26/02/2009 - 15:49

SÃO PAULO (motorização?) – De imediato, quando o blogueiro Zé Maria mandou as fotos, achei que eram do pátio da Mercedes em Juiz de Fora. Uma reestilização do Classe A, por que não? Mas é uma criação do Antonio dos Carros, de Natal (como eu não vi isso?), que faz modelos muito interessantes para vender cachorro-quente. Notem: carroceria de alumínio (como o A2 da Audi), monovolume (uma minivan, como a Meriva, ou o Picasso), grande área envidraçada, rodas de aro 17… E pelas fotos do interior eu vi que não tem pedal de embreagem, também.
Antonio dos Carros não foi encontrado para dar uma entrevista, porque, ao que parece, encontra-se na Inglaterra.
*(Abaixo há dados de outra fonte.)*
#pragma once
// A joint fit with shared parameters against the separate fits of the same
// model to each data set.
//
// The separate fits are the fuller model; the joint fit is its regular
// restriction "the shared parameters are equal in every data set". Both are
// fitted to the same N pooled points with the same weights, so
//  - the extra-sum-of-squares F test (porofit::compare::NestedFTest) compares
//      RSS_joint, p_joint = p_total   with   RSS_sep = sum_k SSR_k, p_sep = sum_k p_k;
//    a rejection says the data do not support one common value of the shared
//    parameters. The F statistic estimates the noise level from RSS_sep/(N -
//    p_sep), so it is computed both for relative and for absolute sigma; it
//    needs every data set weighted, or every data set unweighted (otherwise the
//    weights do not mean the same thing across data sets) and all fits
//    converged.
//  - AICc of both on the pooled data, with FitResult's conventions: relative
//    sigma (FitOptions::scale_covariance): AIC = N ln(RSS/N) + 2k with
//    k = p + 1, the ONE common noise variance counted once for the separate
//    fits too (the F test assumes the same); absolute sigma: AIC = RSS + 2k,
//    k = p. AICc = AIC + 2k(k+1)/(N-k-1).
// Nothing here throws; a comparison that cannot be made says why.
#include <string>
#include <vector>

#include "porofit/compare/criteria.h"
#include "porofit/fit/fit_result.h"
#include "porofit/fit/joint.h"

namespace porofit::compare {

struct JointVsSeparate {
  bool computed = false;
  std::string reason;                ///< why the F test was not computed ("" if it was)
  std::vector<FitResult> separate;   ///< the separate fit of each data set (SeparateRequest)
  int n = 0;                         ///< pooled points
  double rss_joint = 0, rss_separate = 0;
  int p_joint = 0, p_separate = 0;   ///< free parameters (without the variance)
  int k_joint = 0, k_separate = 0;   ///< parameters counted in AICc (see above)
  double aicc_joint = 0, aicc_separate = 0;  ///< pooled data; NaN if undefined
  FTestResult f_test;
  /// "shared accepted" (F test does not reject), "shared rejected", or
  /// "not tested".
  std::string decision = "not tested";
  /// "joint" or "separate": the lower pooled AICc ("" if either is NaN).
  std::string aicc_prefers;
};

/// Runs the separate fits of `request`'s data sets and compares them with
/// `joint` (the result of FitJoint(request)) at test level `level`.
JointVsSeparate CompareJointWithSeparate(const JointFitRequest& request, const JointFitResult& joint,
                                         double level = 0.95);

}  // namespace porofit::compare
Foi chamado por Ross Brawn.
Autor: Flavio Gomes - Categoria(s): Brasil, Carros
Tags: Mercedes, Natal
08/01/2009 - 20:47
NATAL (e vamos para o ar) – Infelizmente, não visitei a fábrica dos buggys Selvagem hoje. Felizmente, fez um sol danado e aproveitei muito bem o último dia por estas bandas. Motivo nobre para o cano, pois: as praias do Rio Grande do Norte.
Mas quero deixar de público aqui o agradecimento pelo convite feito pelo Marquinhos Melo, RP da Selvagem, prometendo que na próxima (e haverá muitas próximas, Natal é linda demais) vou à fábrica sem falta.
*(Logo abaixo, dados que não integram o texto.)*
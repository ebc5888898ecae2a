#!/usr/bin/python3
"""Checks of the HTML report, standard library only (run with /usr/bin/python3).

  html_check.py structure REPORT.html [--figure KEY ...] [--table CLASS ...]
      Valid-HTML checks: doctype first, <html lang>, <meta charset>, <title>;
      every non-void element closed in order (tag balance); unique id
      attributes; no external resource (no src=, no http(s) links, no
      url(...) in styles); every --figure KEY present as an <svg> with
      data-figure="KEY" inside a <figure> with a <figcaption>; every --table
      CLASS present as a <table class="...CLASS...">.
  html_check.py svg FILE.svg ...
      Each file parses as XML with an <svg> root in the SVG namespace.
  html_check.py png SCREENSHOT.png [--min-nonwhite FRACTION] [--min-colours N]
      Decodes the PNG (zlib + struct, filters 0-4, 8-bit RGB/RGBA/grey) and
      fails if fewer than FRACTION of the pixels are non-white or fewer than
      N distinct colours appear.
Exit status 0 when every check passes; 1 with one line per failure on stderr.
"""
import argparse
import html.parser
import re
import struct
import sys
import xml.etree.ElementTree as ET
import zlib

VOID = {"area", "base", "br", "col", "embed", "hr", "img", "input", "link", "meta", "source", "track", "wbr"}
# Elements whose end tag HTML allows to be omitted; the report always closes
# them, so they are checked like any other element.
SVG_NS = "{http://www.w3.org/2000/svg}svg"


class Checker(html.parser.HTMLParser):
    def __init__(self):
        super().__init__(convert_charrefs=True)
        self.errors = []
        self.stack = []  # (tag, attrs, line)
        self.ids = {}
        self.doctype = None
        self.first_thing = None
        self.html_lang = None
        self.charset = False
        self.title = ""
        self.in_title = False
        self.figures = {}  # data-figure -> (inside <figure>, figure has caption)
        self.figure_stack = []  # [key list, has caption]
        self.tables = []
        self.in_svg = 0

    def error_at(self, msg):
        self.errors.append("line %d: %s" % (self.getpos()[0], msg))

    def handle_decl(self, decl):
        if self.first_thing is None:
            self.first_thing = "doctype"
        self.doctype = decl

    def handle_starttag(self, tag, attrs):
        if self.first_thing is None:
            self.first_thing = tag
        a = dict(attrs)
        if "id" in a:
            if a["id"] in self.ids:
                self.error_at("duplicate id %r (first at line %d)" % (a["id"], self.ids[a["id"]]))
            else:
                self.ids[a["id"]] = self.getpos()[0]
        if "src" in a:
            self.error_at("external resource: <%s src=%r>" % (tag, a["src"]))
        for k in ("href", "xlink:href"):
            v = a.get(k)
            if v is not None and not v.startswith("#"):
                self.error_at("link leaves the page: <%s %s=%r>" % (tag, k, v))
        if tag == "html":
            self.html_lang = a.get("lang")
        if tag == "meta" and (a.get("charset", "").lower() == "utf-8"):
            self.charset = True
        if tag == "title":
            self.in_title = True
        if tag == "figure":
            self.figure_stack.append([[], False])
        if tag == "figcaption" and self.figure_stack:
            self.figure_stack[-1][1] = True
        if tag == "svg":
            self.in_svg += 1
            key = a.get("data-figure")
            if key is not None:
                if key in self.figures:
                    self.error_at("figure %r twice" % key)
                self.figures[key] = None
                if self.figure_stack:
                    self.figure_stack[-1][0].append(key)
        if tag == "table":
            self.tables.append(a.get("class", ""))
        if tag in VOID:
            return
        self.stack.append((tag, self.getpos()[0]))

    def handle_startendtag(self, tag, attrs):
        # <x/>: fine inside SVG (XML syntax) and for void elements.
        if tag in VOID or self.in_svg:
            saved = list(self.stack)
            self.handle_starttag(tag, attrs)
            self.stack = saved
            if tag == "svg":
                self.in_svg -= 1
            return
        self.error_at("self-closed non-void element <%s/>" % tag)

    def handle_endtag(self, tag):
        if tag in VOID:
            return
        if not self.stack:
            self.error_at("end tag </%s> with nothing open" % tag)
            return
        open_tag, line = self.stack.pop()
        if open_tag != tag:
            self.error_at("end tag </%s> closes <%s> opened at line %d" % (tag, open_tag, line))
        if tag == "title":
            self.in_title = False
        if tag == "svg":
            self.in_svg -= 1
        if tag == "figure" and self.figure_stack:
            keys, caption = self.figure_stack.pop()
            for k in keys:
                self.figures[k] = caption

    def handle_data(self, data):
        if self.in_title:
            self.title += data
        if self.stack and self.stack[-1][0] == "style" and re.search(r"url\(\s*['\"]?[^#'\"\s)]", data):
            self.error_at("style sheet loads a url(...) outside the page")


def check_structure(args):
    text = open(args.report, encoding="utf-8").read()
    c = Checker()
    c.feed(text)
    c.close()
    errors = list(c.errors)
    if not text.startswith("<!DOCTYPE html>"):
        errors.append("document does not start with <!DOCTYPE html>")
    if c.html_lang is None or not c.html_lang:
        errors.append("<html> has no lang attribute")
    if not c.charset:
        errors.append("no <meta charset=\"utf-8\">")
    if not c.title.strip():
        errors.append("empty or missing <title>")
    for tag, line in c.stack:
        errors.append("<%s> opened at line %d is never closed" % (tag, line))
    if re.search(r"<script[^>]*\bsrc=", text):
        errors.append("external script")
    for key in args.figure or []:
        if key not in c.figures:
            errors.append("figure %r missing (no <svg data-figure=%r>)" % (key, key))
        elif not c.figures[key]:
            errors.append("figure %r is not inside a <figure> with a <figcaption>" % key)
    for cls in args.table or []:
        if not any(cls in t.split() for t in c.tables):
            errors.append("no <table class=%r>" % cls)
    print("%d figures, %d tables, %d ids" % (len(c.figures), len(c.tables), len(c.ids)))
    return errors


def check_svg(args):
    errors = []
    for f in args.files:
        try:
            root = ET.parse(f).getroot()
        except ET.ParseError as e:
            errors.append("%s: not well-formed XML: %s" % (f, e))
            continue
        if root.tag != SVG_NS:
            errors.append("%s: root is %s, not an SVG <svg>" % (f, root.tag))
    print("%d SVG files" % len(args.files))
    return errors


def decode_png(path):
    data = open(path, "rb").read()
    if data[:8] != b"\x89PNG\r\n\x1a\n":
        raise ValueError("not a PNG file")
    pos, idat, width, height, depth, ctype, interlace = 8, b"", 0, 0, 0, 0, 0
    while pos < len(data):
        (length,) = struct.unpack(">I", data[pos:pos + 4])
        kind = data[pos + 4:pos + 8]
        body = data[pos + 8:pos + 8 + length]
        pos += 12 + length
        if kind == b"IHDR":
            width, height, depth, ctype, _, _, interlace = struct.unpack(">IIBBBBB", body)
        elif kind == b"IDAT":
            idat += body
        elif kind == b"IEND":
            break
    channels = {0: 1, 2: 3, 4: 2, 6: 4}.get(ctype)
    if depth != 8 or channels is None or interlace != 0:
        raise ValueError("unsupported PNG: depth %d, colour type %d, interlace %d" % (depth, ctype, interlace))
    raw = zlib.decompress(idat)
    stride = width * channels
    rows, prev, i = [], bytearray(stride), 0
    for _ in range(height):
        f = raw[i]
        line = bytearray(raw[i + 1:i + 1 + stride])
        i += 1 + stride
        for x in range(stride):
            a = line[x - channels] if x >= channels else 0
            b = prev[x]
            c = prev[x - channels] if x >= channels else 0
            if f == 1:
                line[x] = (line[x] + a) & 255
            elif f == 2:
                line[x] = (line[x] + b) & 255
            elif f == 3:
                line[x] = (line[x] + ((a + b) >> 1)) & 255
            elif f == 4:
                p = a + b - c
                pa, pb, pc = abs(p - a), abs(p - b), abs(p - c)
                pred = a if pa <= pb and pa <= pc else (b if pb <= pc else c)
                line[x] = (line[x] + pred) & 255
        rows.append(bytes(line))
        prev = line
    return width, height, channels, rows


def check_png(args):
    width, height, channels, rows = decode_png(args.png)
    colours, nonwhite = set(), 0
    for line in rows:
        for x in range(0, len(line), channels):
            px = line[x:x + min(channels, 3)]
            colours.add(px)
            if any(v < 245 for v in px):
                nonwhite += 1
    total = width * height
    frac = nonwhite / total if total else 0.0
    print("%dx%d, %.2f %% non-white, %d colours" % (width, height, 100 * frac, len(colours)))
    errors = []
    if frac < args.min_nonwhite:
        errors.append("only %.3f %% of pixels non-white (need %.3f %%)" % (100 * frac, 100 * args.min_nonwhite))
    if len(colours) < args.min_colours:
        errors.append("only %d distinct colours (need %d)" % (len(colours), args.min_colours))
    return errors


def main():
    p = argparse.ArgumentParser()
    sub = p.add_subparsers(dest="cmd", required=True)
    s = sub.add_parser("structure")
    s.add_argument("report")
    s.add_argument("--figure", action="append")
    s.add_argument("--table", action="append")
    v = sub.add_parser("svg")
    v.add_argument("files", nargs="+")
    g = sub.add_parser("png")
    g.add_argument("png")
    g.add_argument("--min-nonwhite", type=float, default=0.02)
    g.add_argument("--min-colours", type=int, default=8)
    args = p.parse_args()
    errors = {"structure": check_structure, "svg": check_svg, "png": check_png}[args.cmd](args)
    for e in errors:
        print(e, file=sys.stderr)
    return 1 if errors else 0


if __name__ == "__main__":
    sys.exit(main())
Aliás, a gente deveria falar mais de buggys aqui. Sei que não é um veículo inventado no Brasil, mas é óbvio que foi aqui que ele se “naturalizou”. Fortaleza e Natal, salvo engano, são as capitais mundiais dos buggys, e sobre eles tive uma verdadeira aula com o Péricles, nosso bugueiro, conhecido por aqui como Juízo — é que quando ele era mais jovem, tomou um tombo de moto e os amigos dizem que precisaram abrir a cabeça dele; quando fecharam, colocaram dentro um juízo de cobra…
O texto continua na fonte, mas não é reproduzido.